Within the records, find every line that includes the word "noise" and copy it.

(Saved entries)
■ ■ ■ ■

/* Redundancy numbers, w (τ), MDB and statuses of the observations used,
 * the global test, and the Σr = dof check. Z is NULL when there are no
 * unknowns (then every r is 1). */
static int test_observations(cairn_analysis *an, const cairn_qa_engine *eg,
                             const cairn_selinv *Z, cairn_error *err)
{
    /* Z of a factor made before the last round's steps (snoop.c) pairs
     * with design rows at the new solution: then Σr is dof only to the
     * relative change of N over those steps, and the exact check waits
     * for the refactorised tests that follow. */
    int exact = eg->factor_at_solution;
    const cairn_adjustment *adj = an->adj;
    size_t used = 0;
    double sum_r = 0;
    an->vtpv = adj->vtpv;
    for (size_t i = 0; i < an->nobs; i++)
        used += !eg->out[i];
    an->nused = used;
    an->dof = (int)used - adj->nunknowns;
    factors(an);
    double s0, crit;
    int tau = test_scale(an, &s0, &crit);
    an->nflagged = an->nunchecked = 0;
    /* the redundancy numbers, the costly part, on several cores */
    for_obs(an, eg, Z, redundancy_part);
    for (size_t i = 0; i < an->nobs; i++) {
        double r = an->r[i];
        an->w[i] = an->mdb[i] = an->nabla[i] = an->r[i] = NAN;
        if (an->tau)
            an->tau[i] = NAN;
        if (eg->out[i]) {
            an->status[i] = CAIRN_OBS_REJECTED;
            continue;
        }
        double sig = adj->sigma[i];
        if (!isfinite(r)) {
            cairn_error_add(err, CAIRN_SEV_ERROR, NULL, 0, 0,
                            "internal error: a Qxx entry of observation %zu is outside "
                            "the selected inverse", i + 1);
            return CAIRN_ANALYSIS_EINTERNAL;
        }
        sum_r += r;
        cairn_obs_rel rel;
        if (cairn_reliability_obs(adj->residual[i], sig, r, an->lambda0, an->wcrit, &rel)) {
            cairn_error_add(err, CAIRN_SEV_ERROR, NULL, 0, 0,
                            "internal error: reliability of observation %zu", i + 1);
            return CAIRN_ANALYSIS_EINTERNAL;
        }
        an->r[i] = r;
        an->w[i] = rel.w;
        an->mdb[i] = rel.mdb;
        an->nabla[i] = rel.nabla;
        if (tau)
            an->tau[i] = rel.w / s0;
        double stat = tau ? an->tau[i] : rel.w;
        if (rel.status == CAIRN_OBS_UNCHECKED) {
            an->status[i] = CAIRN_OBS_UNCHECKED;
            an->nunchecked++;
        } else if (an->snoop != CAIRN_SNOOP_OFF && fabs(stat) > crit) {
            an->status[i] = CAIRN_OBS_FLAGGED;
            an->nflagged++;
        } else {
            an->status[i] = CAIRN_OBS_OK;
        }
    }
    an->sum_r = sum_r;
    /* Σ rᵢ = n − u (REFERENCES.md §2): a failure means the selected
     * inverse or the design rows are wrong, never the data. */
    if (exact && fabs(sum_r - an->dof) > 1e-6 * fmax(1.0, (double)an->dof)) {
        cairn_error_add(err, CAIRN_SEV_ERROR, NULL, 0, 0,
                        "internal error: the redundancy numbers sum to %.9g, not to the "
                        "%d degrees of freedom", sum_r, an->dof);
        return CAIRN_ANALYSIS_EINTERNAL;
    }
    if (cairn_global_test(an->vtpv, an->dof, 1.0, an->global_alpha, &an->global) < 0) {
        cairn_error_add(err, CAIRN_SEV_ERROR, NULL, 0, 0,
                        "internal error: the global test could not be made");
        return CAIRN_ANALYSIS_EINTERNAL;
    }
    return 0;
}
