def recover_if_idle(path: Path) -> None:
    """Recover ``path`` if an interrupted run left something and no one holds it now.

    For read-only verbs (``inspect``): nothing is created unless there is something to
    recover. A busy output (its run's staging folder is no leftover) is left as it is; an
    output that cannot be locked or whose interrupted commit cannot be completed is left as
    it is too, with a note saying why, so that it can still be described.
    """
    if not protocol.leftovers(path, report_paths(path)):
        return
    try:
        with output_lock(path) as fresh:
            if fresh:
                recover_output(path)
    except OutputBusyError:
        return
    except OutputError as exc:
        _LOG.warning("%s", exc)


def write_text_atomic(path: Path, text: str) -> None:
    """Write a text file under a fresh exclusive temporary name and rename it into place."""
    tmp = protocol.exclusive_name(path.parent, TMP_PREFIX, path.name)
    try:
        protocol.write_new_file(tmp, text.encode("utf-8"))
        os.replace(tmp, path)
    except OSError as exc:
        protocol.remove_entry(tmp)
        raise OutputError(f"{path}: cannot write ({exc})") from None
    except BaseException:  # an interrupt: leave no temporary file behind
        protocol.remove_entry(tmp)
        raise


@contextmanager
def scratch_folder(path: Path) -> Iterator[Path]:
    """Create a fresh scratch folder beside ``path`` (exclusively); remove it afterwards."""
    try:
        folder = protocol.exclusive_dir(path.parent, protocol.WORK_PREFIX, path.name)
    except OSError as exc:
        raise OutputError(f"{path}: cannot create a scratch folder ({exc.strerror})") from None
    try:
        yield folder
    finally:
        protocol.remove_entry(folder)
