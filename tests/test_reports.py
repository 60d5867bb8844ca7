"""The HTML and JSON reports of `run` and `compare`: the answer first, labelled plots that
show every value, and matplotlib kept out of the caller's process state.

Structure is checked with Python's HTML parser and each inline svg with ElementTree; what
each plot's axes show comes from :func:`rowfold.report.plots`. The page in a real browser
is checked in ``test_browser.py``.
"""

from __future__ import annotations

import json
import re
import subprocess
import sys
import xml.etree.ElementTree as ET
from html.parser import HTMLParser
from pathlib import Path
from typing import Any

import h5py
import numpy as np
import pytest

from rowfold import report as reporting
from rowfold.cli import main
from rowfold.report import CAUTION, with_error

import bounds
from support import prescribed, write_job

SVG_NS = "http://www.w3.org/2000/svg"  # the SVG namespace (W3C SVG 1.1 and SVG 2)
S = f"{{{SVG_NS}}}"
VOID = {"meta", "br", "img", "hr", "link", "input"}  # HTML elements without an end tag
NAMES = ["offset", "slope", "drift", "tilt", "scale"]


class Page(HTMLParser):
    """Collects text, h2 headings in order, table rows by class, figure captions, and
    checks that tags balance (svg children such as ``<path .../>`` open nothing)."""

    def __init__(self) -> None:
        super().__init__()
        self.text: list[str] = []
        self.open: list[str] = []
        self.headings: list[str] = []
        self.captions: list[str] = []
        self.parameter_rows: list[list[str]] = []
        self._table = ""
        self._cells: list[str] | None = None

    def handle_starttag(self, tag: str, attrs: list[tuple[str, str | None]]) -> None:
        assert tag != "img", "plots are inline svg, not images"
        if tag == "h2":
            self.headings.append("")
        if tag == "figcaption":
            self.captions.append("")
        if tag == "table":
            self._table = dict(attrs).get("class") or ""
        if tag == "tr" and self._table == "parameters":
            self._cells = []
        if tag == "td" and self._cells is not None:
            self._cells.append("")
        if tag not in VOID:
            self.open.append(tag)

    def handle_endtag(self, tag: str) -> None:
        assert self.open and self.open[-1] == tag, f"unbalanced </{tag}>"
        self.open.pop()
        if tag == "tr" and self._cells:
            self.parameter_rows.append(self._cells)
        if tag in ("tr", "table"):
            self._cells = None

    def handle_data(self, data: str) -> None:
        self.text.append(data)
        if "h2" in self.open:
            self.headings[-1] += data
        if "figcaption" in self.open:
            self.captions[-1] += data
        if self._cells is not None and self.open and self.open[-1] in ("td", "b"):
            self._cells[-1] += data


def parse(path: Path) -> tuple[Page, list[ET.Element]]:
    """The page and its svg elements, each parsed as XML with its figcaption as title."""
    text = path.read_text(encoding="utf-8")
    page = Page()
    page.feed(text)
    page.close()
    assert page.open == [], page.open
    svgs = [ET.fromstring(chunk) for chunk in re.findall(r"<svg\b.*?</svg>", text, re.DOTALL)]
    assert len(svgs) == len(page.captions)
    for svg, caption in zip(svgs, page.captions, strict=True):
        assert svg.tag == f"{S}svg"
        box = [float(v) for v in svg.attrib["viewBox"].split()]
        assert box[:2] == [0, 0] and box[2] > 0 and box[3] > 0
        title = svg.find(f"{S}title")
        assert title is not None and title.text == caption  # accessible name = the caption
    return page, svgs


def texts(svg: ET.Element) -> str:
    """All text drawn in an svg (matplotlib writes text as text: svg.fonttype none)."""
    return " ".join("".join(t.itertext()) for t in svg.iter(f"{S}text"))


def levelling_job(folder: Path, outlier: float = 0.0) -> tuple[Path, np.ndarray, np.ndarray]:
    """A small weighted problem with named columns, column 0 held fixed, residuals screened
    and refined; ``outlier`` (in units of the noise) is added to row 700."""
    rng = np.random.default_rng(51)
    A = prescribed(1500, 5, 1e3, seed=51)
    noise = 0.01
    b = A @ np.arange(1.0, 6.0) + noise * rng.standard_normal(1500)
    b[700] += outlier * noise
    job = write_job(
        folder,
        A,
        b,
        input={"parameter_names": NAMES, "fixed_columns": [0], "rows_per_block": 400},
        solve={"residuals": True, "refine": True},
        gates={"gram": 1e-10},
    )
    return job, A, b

■ ■ ■ ■

**OUTPUT OF THE EXERCISE**
    and refined; ``outlier`` (in units of the noise) is added to row 700."""
    noise = 0.01
    b = A @ np.arange(1.0, 6.0) + noise * rng.standard_normal(1500)
    b[700] += outlier * noise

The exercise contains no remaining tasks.